Your objective:
Below are some records. Print exactly the lines between the one holding "MOST_CANDIDATES = 12" and the one holding "def choose_drive(elements: Sequence[Element], wanted: str", inclusive, and nothing else.

####################

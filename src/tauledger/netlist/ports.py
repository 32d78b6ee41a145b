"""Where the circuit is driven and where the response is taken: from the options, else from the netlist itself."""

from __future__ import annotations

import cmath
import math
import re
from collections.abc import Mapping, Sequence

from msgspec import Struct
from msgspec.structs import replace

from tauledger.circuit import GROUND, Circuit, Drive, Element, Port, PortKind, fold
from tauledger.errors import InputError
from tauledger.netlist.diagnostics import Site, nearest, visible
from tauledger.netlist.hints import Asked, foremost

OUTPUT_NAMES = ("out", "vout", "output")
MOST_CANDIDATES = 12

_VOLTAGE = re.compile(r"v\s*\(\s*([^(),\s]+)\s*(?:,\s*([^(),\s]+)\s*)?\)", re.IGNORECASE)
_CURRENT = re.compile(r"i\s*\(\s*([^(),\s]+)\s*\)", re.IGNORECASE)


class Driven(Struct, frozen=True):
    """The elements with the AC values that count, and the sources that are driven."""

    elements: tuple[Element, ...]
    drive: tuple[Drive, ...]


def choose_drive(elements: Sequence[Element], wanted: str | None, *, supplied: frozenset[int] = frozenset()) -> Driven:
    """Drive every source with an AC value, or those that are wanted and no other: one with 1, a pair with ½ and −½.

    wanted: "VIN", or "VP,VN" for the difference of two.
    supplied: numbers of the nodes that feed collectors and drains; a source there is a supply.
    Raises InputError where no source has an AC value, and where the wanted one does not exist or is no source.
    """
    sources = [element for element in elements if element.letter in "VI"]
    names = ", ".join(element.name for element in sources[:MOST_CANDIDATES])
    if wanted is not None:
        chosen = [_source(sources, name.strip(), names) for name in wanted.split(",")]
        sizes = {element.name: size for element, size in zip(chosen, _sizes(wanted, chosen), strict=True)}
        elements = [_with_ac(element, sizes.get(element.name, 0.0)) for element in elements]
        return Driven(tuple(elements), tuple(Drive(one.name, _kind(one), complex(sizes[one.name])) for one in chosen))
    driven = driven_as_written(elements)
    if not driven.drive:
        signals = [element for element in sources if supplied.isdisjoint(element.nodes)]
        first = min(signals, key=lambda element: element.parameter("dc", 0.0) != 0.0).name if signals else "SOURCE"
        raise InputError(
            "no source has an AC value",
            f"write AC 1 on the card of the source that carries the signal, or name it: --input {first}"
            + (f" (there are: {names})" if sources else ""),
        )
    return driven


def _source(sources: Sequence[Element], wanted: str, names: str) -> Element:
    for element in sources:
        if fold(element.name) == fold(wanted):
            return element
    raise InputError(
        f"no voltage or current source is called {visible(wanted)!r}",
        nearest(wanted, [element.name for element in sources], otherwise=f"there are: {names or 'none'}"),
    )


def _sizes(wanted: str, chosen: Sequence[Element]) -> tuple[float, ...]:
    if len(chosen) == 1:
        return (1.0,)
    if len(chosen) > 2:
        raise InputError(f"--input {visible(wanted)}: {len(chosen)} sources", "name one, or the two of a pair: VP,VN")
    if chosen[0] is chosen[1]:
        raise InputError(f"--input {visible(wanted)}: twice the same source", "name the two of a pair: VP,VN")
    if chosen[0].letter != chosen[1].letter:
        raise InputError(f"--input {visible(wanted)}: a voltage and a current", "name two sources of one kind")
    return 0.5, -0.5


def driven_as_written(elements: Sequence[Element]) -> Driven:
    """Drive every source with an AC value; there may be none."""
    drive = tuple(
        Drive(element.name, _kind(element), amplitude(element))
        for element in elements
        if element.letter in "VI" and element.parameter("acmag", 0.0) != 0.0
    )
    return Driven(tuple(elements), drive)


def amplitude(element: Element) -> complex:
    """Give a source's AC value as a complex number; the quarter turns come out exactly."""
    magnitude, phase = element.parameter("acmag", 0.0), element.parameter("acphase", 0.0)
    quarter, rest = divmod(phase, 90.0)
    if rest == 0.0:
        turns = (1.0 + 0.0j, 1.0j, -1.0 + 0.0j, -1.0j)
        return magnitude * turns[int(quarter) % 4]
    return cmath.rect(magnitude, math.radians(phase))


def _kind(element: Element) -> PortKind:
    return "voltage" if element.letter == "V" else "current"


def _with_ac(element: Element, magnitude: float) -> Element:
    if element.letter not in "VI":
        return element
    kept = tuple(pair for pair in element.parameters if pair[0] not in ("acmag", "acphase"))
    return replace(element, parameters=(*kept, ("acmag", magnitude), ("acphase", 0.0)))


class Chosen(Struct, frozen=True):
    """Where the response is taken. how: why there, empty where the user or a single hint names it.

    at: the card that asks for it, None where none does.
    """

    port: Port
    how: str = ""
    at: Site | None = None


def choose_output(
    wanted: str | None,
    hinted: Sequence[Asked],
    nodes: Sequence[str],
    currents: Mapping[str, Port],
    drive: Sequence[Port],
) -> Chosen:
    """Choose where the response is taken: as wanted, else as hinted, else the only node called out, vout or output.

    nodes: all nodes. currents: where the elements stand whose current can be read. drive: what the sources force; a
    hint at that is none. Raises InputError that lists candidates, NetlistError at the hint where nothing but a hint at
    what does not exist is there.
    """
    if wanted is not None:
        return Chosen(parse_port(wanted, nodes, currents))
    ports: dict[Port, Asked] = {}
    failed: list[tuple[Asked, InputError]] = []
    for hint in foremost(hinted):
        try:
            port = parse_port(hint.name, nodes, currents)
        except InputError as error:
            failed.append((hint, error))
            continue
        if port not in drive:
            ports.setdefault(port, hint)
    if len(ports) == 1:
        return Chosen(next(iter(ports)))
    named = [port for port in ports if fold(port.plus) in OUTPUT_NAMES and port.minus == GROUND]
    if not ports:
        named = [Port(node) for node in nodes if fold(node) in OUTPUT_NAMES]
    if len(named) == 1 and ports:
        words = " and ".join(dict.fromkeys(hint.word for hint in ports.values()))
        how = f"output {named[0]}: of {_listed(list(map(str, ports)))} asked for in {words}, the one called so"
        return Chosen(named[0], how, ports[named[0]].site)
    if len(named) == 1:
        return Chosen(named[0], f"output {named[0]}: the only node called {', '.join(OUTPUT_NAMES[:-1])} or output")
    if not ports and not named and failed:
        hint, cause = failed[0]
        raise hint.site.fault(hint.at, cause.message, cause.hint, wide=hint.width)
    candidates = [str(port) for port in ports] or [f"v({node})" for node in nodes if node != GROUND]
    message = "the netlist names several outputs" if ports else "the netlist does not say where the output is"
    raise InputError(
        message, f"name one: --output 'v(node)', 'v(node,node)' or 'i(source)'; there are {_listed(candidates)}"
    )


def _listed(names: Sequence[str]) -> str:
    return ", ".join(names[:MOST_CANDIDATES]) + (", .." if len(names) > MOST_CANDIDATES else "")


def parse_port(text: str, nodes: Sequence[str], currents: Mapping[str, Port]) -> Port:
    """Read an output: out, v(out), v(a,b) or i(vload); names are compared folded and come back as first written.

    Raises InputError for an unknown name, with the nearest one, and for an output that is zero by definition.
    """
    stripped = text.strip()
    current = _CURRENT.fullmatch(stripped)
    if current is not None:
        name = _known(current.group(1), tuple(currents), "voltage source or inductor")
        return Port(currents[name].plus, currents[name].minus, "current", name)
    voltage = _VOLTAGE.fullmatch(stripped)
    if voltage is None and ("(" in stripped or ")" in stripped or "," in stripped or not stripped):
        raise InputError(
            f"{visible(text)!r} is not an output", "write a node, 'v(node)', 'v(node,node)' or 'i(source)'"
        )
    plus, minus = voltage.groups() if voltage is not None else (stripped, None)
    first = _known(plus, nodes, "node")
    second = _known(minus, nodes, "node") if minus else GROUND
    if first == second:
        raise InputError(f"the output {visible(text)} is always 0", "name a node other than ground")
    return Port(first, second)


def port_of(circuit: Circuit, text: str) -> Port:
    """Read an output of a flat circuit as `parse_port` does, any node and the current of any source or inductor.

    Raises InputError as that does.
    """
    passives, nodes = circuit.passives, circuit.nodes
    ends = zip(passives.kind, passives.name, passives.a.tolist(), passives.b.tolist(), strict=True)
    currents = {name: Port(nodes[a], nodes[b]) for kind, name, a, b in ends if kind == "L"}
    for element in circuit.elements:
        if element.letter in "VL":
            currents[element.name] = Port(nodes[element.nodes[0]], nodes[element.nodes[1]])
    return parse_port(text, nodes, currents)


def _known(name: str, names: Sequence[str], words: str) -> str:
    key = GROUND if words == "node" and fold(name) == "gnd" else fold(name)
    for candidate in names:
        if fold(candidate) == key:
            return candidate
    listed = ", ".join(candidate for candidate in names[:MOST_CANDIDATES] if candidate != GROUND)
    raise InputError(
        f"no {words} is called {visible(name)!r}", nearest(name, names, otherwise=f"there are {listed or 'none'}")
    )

####################

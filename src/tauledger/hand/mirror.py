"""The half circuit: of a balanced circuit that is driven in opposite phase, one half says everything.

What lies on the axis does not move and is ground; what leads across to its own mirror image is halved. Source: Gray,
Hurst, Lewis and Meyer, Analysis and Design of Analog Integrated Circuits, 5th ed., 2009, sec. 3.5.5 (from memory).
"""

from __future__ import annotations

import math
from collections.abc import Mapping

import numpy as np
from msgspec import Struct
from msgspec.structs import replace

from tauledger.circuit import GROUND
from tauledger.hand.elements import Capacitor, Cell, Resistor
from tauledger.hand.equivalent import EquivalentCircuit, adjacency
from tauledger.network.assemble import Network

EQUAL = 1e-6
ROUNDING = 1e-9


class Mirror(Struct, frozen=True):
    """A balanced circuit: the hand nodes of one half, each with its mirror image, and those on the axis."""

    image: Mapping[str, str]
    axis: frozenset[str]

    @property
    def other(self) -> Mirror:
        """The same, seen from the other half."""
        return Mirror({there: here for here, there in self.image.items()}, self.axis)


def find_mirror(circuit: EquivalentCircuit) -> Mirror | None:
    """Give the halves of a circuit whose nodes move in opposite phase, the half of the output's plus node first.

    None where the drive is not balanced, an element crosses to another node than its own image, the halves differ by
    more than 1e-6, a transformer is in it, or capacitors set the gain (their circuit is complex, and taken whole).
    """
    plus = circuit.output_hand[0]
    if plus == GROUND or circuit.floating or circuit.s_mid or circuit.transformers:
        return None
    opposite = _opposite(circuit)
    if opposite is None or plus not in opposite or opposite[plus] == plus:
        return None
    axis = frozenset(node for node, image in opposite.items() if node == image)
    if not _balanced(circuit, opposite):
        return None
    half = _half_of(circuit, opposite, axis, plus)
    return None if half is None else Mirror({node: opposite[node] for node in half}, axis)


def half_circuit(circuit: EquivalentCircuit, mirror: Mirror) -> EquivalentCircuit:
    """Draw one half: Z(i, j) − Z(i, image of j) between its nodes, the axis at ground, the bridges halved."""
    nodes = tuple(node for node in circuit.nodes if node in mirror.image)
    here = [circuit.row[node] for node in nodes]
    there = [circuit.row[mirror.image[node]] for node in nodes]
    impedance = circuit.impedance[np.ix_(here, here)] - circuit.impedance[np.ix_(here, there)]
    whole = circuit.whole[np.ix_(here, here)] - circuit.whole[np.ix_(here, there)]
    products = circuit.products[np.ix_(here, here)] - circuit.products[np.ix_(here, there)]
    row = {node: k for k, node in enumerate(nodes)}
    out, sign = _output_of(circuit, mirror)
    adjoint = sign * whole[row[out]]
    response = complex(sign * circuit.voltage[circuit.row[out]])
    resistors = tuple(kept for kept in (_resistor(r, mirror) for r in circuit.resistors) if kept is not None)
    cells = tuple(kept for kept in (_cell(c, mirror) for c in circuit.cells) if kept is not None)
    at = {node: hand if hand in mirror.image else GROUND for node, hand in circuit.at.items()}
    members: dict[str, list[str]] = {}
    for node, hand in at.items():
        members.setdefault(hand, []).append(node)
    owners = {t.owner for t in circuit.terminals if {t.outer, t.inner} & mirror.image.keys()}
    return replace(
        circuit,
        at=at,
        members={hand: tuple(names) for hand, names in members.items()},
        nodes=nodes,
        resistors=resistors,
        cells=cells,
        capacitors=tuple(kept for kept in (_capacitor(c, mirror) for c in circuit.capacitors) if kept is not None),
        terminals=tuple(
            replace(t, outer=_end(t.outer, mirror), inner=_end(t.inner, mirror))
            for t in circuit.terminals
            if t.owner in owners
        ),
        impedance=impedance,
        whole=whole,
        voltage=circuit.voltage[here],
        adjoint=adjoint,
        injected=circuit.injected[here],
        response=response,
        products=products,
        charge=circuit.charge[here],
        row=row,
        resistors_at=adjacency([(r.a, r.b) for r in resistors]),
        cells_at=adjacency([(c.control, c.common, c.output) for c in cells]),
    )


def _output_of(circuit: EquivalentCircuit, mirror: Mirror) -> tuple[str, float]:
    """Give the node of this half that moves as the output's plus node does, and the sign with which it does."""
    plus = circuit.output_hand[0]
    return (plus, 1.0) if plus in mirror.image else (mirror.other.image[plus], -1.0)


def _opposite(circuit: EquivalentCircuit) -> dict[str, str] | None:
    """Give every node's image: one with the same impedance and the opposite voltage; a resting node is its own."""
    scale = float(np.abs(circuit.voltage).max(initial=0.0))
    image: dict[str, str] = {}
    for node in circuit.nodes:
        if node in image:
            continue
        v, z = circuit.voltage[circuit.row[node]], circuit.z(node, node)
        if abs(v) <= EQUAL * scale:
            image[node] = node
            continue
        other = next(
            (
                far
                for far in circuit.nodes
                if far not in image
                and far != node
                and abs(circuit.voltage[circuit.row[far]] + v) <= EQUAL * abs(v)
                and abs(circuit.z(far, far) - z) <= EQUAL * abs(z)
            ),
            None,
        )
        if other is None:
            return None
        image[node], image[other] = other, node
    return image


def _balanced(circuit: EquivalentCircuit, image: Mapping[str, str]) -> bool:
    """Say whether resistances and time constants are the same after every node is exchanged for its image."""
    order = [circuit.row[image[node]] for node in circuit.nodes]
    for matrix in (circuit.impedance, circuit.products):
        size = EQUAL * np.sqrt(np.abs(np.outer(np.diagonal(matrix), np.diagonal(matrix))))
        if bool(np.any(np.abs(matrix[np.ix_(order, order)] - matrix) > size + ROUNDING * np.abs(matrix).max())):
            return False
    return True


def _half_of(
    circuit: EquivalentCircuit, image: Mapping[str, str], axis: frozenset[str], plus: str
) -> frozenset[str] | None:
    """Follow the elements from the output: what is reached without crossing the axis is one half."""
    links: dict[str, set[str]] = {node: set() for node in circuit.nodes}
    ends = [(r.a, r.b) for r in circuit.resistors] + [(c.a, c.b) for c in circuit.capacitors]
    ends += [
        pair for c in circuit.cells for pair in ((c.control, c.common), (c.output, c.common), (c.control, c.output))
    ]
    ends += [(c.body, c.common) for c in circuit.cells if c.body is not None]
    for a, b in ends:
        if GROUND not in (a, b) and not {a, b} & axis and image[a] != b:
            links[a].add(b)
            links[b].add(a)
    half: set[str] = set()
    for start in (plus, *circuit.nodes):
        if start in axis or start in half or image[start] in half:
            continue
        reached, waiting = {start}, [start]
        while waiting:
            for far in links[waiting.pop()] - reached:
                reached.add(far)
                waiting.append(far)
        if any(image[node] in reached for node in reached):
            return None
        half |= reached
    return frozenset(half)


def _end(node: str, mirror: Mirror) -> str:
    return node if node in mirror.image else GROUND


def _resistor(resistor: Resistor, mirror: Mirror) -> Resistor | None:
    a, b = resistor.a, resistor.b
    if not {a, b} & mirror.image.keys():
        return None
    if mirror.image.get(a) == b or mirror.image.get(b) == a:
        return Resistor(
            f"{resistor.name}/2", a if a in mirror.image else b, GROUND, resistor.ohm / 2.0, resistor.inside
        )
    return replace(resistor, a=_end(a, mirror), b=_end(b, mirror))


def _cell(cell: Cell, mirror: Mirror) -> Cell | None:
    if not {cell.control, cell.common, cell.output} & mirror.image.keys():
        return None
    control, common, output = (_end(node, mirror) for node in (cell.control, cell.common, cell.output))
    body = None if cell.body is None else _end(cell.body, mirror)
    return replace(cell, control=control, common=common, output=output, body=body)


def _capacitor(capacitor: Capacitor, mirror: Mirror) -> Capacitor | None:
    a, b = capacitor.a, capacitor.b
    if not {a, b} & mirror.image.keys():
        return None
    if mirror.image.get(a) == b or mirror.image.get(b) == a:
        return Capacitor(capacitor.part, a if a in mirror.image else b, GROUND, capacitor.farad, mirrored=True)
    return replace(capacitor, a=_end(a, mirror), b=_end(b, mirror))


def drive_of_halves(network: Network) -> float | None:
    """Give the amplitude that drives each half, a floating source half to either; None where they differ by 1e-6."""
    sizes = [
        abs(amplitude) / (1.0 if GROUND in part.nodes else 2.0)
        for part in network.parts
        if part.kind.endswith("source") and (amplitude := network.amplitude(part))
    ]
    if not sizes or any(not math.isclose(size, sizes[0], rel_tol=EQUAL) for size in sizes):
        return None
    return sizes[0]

####################

Expected output:
MOST_CANDIDATES = 12

_VOLTAGE = re.compile(r"v\s*\(\s*([^(),\s]+)\s*(?:,\s*([^(),\s]+)\s*)?\)", re.IGNORECASE)
_CURRENT = re.compile(r"i\s*\(\s*([^(),\s]+)\s*\)", re.IGNORECASE)


class Driven(Struct, frozen=True):
    """The elements with the AC values that count, and the sources that are driven."""

    elements: tuple[Element, ...]
    drive: tuple[Drive, ...]


def choose_drive(elements: Sequence[Element], wanted: str | None, *, supplied: frozenset[int] = frozenset()) -> Driven:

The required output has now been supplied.